* [WHAT THE EXERCISE ASKS]:
Where the records below show a line containing "payloads.append(theta)", start copying; end with the line containing "The poses are", and copy it too.

BEGIN THE DATA

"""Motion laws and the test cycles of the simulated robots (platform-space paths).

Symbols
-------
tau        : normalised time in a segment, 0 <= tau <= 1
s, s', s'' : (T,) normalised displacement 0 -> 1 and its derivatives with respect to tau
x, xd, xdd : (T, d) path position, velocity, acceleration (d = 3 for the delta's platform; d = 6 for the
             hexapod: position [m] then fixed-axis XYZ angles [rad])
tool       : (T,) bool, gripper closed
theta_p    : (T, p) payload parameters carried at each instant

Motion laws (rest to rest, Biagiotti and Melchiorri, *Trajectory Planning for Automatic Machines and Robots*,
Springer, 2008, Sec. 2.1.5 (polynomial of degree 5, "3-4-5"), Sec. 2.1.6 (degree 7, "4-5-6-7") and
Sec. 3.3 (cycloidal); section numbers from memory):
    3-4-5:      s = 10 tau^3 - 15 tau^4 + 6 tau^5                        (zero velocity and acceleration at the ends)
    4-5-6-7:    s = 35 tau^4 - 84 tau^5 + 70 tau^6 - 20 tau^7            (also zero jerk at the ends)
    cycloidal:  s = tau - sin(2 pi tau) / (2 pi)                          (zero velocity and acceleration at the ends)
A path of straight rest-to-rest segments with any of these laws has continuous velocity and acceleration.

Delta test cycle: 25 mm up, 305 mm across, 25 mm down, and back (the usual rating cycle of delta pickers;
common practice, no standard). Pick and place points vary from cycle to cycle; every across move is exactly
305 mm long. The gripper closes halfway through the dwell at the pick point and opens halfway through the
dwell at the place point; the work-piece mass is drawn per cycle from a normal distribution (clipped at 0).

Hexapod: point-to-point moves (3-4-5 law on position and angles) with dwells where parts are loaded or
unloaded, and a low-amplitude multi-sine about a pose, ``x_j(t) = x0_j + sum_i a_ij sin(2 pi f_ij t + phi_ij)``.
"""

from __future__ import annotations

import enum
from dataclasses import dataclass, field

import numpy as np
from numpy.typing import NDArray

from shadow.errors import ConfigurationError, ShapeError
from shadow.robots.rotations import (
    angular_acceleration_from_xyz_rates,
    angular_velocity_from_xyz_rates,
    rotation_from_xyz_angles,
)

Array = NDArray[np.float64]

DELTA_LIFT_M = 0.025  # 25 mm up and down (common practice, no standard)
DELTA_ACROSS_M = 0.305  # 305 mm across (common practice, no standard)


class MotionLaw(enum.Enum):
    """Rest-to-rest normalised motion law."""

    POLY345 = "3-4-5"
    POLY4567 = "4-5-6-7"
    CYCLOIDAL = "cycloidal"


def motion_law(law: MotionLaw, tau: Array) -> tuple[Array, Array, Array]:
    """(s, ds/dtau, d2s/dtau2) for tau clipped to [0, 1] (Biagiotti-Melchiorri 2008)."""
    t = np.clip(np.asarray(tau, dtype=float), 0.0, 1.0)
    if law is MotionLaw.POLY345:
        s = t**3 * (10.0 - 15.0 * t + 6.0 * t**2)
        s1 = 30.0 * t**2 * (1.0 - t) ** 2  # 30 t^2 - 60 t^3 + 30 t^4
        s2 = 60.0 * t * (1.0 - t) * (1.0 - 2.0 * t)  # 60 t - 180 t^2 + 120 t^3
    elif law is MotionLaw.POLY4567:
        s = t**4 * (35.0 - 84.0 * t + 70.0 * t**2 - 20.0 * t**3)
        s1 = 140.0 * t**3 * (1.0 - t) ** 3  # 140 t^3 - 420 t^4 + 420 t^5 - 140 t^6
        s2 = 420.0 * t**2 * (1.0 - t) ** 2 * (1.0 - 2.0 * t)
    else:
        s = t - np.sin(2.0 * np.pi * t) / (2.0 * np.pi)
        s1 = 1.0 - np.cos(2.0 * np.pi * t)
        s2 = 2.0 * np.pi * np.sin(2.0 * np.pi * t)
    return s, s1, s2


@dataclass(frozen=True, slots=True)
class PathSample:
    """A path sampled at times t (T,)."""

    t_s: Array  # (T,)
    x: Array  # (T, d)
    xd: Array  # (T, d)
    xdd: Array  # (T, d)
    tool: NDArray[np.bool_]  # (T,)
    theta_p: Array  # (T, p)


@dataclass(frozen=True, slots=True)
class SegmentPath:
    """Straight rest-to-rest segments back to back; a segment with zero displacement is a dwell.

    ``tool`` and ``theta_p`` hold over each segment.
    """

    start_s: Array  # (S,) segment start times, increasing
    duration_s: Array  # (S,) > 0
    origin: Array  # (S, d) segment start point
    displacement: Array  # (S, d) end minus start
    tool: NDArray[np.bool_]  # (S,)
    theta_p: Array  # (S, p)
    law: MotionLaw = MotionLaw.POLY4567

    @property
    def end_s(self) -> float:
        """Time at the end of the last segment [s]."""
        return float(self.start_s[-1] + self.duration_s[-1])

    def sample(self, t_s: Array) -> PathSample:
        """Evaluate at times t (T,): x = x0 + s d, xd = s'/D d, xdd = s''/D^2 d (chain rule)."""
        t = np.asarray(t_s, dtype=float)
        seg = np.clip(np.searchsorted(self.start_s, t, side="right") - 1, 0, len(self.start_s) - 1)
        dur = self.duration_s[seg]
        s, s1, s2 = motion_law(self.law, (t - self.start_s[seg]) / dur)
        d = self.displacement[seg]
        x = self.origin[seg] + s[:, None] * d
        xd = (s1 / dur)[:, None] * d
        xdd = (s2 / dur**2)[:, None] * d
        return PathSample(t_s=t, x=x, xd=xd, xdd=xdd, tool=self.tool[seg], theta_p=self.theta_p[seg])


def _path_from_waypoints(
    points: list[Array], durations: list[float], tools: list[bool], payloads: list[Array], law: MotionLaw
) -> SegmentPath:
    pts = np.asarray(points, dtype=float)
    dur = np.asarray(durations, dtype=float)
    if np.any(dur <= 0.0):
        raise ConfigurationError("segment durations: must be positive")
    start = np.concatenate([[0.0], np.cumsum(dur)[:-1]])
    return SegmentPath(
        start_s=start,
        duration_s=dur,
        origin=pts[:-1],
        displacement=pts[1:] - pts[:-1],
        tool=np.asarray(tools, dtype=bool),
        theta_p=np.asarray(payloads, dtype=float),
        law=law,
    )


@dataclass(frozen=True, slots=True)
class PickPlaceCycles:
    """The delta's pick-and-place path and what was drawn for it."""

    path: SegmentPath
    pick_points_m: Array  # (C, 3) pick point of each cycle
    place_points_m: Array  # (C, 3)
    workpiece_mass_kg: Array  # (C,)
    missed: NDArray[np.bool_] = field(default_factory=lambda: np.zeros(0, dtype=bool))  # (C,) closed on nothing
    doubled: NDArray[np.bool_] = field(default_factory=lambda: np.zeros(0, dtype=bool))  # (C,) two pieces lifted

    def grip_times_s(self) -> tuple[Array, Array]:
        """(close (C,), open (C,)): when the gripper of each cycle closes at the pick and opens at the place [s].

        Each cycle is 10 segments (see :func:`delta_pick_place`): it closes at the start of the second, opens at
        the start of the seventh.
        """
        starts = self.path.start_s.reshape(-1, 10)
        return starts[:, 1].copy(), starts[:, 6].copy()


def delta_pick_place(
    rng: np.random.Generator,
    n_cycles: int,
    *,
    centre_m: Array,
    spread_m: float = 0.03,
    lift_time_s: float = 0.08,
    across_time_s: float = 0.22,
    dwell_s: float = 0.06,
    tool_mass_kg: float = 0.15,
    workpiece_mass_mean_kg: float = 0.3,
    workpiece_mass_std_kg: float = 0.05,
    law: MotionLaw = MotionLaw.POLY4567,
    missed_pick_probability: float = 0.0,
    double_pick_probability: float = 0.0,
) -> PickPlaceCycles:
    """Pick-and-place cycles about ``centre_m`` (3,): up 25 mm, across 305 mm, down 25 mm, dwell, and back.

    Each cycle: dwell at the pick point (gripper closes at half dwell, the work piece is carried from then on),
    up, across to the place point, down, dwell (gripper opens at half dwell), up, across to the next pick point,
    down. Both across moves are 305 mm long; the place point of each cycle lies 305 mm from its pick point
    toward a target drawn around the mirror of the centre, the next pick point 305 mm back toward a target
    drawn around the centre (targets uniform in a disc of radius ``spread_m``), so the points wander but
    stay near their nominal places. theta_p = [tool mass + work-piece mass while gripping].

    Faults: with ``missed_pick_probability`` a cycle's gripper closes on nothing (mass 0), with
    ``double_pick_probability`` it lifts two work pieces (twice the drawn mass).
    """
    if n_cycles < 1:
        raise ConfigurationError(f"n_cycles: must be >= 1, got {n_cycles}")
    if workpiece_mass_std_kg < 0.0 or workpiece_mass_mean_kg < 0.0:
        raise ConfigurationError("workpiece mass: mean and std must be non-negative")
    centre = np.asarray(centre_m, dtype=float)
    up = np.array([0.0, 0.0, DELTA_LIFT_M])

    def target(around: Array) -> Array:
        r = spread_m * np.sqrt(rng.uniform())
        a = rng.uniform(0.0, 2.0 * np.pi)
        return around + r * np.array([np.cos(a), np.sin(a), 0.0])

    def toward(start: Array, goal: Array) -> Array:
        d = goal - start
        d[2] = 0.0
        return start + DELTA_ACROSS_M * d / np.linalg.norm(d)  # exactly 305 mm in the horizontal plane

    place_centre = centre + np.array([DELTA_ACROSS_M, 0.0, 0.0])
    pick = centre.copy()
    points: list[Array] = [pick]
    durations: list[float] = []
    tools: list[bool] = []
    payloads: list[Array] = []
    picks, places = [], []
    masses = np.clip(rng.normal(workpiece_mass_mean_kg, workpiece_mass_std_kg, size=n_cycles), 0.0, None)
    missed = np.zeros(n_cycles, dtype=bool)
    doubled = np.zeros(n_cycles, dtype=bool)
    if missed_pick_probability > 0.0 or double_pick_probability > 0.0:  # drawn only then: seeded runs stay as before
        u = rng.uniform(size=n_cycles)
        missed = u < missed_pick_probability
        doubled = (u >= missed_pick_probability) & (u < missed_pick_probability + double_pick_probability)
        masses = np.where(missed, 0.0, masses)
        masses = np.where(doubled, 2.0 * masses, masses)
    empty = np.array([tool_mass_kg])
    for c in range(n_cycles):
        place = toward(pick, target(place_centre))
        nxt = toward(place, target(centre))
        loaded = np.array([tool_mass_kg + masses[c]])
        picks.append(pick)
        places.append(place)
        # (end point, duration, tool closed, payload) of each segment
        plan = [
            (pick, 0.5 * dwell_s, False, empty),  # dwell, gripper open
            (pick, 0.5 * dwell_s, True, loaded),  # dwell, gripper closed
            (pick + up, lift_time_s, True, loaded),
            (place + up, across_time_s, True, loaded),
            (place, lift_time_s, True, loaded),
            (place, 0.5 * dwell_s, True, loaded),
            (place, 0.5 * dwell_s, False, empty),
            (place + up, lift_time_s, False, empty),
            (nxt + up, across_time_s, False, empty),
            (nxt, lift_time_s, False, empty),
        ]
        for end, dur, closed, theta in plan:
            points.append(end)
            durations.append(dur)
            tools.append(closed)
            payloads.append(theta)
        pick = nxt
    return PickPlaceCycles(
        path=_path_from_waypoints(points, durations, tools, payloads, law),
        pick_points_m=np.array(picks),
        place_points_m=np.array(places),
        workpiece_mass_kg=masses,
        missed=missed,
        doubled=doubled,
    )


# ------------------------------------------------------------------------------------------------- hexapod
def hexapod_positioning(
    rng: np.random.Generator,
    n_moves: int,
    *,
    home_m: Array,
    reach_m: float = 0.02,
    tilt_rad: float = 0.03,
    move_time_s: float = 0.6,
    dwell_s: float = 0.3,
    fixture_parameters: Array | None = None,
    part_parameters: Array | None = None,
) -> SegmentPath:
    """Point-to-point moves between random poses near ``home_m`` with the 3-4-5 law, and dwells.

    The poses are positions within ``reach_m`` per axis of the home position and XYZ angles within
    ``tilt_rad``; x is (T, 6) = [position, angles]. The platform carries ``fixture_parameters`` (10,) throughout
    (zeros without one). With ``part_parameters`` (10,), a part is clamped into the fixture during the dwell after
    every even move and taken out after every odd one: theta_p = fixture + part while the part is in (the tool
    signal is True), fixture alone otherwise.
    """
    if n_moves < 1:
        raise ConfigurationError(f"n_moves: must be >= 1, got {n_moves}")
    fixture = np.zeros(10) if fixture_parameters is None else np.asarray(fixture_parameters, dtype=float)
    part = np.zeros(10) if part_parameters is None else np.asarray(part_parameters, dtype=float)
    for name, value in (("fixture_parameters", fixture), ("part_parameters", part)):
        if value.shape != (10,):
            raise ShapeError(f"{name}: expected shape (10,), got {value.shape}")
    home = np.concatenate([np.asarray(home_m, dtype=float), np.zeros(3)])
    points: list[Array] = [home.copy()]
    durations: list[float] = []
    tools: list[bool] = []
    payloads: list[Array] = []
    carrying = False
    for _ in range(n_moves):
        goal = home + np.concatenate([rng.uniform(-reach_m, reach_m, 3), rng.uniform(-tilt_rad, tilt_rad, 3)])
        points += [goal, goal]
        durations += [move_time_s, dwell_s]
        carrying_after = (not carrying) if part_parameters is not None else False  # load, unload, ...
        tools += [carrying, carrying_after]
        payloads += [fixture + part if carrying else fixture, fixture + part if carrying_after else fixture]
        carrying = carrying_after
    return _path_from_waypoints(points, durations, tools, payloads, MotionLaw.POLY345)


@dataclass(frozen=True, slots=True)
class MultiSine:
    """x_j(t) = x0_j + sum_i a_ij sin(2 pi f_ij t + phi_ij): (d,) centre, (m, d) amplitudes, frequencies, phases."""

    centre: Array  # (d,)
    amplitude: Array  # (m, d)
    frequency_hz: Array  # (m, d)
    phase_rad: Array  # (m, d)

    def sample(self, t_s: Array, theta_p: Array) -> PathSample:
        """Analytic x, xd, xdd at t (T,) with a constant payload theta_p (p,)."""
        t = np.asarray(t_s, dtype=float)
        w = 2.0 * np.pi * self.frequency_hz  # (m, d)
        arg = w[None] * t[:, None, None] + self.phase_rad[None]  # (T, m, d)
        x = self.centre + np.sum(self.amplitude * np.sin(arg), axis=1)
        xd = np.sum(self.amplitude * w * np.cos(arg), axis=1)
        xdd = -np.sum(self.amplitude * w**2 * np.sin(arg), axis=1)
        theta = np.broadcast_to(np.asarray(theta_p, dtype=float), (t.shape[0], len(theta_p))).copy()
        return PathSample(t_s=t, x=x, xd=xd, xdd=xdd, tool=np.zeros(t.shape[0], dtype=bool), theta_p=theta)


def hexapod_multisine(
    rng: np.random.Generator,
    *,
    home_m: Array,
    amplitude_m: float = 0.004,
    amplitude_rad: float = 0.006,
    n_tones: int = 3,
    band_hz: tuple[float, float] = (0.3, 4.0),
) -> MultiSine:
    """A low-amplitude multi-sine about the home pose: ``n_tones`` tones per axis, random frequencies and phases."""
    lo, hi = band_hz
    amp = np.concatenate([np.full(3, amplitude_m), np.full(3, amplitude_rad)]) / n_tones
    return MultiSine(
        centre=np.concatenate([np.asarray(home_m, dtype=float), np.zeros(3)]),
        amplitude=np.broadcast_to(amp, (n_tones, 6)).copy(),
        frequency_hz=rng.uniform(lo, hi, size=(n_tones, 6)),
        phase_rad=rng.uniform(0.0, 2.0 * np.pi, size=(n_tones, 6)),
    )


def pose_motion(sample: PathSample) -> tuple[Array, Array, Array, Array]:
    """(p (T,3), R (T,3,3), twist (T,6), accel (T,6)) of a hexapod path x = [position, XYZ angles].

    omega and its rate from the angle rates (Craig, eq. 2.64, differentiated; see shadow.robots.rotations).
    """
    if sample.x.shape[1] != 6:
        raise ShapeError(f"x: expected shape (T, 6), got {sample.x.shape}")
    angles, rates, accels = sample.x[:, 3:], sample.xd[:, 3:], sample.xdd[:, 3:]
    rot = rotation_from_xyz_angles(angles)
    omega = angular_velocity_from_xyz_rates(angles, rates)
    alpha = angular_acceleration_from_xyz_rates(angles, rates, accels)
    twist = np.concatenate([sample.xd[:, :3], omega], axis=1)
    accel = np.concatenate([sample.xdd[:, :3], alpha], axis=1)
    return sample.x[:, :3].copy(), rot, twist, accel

END THE DATA

* [EXERCISE OUTPUT]:
            payloads.append(theta)
        pick = nxt
    return PickPlaceCycles(
        path=_path_from_waypoints(points, durations, tools, payloads, law),
        pick_points_m=np.array(picks),
        place_points_m=np.array(places),
        workpiece_mass_kg=masses,
        missed=missed,
        doubled=doubled,
    )


# ------------------------------------------------------------------------------------------------- hexapod
def hexapod_positioning(
    rng: np.random.Generator,
    n_moves: int,
    *,
    home_m: Array,
    reach_m: float = 0.02,
    tilt_rad: float = 0.03,
    move_time_s: float = 0.6,
    dwell_s: float = 0.3,
    fixture_parameters: Array | None = None,
    part_parameters: Array | None = None,
) -> SegmentPath:
    """Point-to-point moves between random poses near ``home_m`` with the 3-4-5 law, and dwells.

    The poses are positions within ``reach_m`` per axis of the home position and XYZ angles within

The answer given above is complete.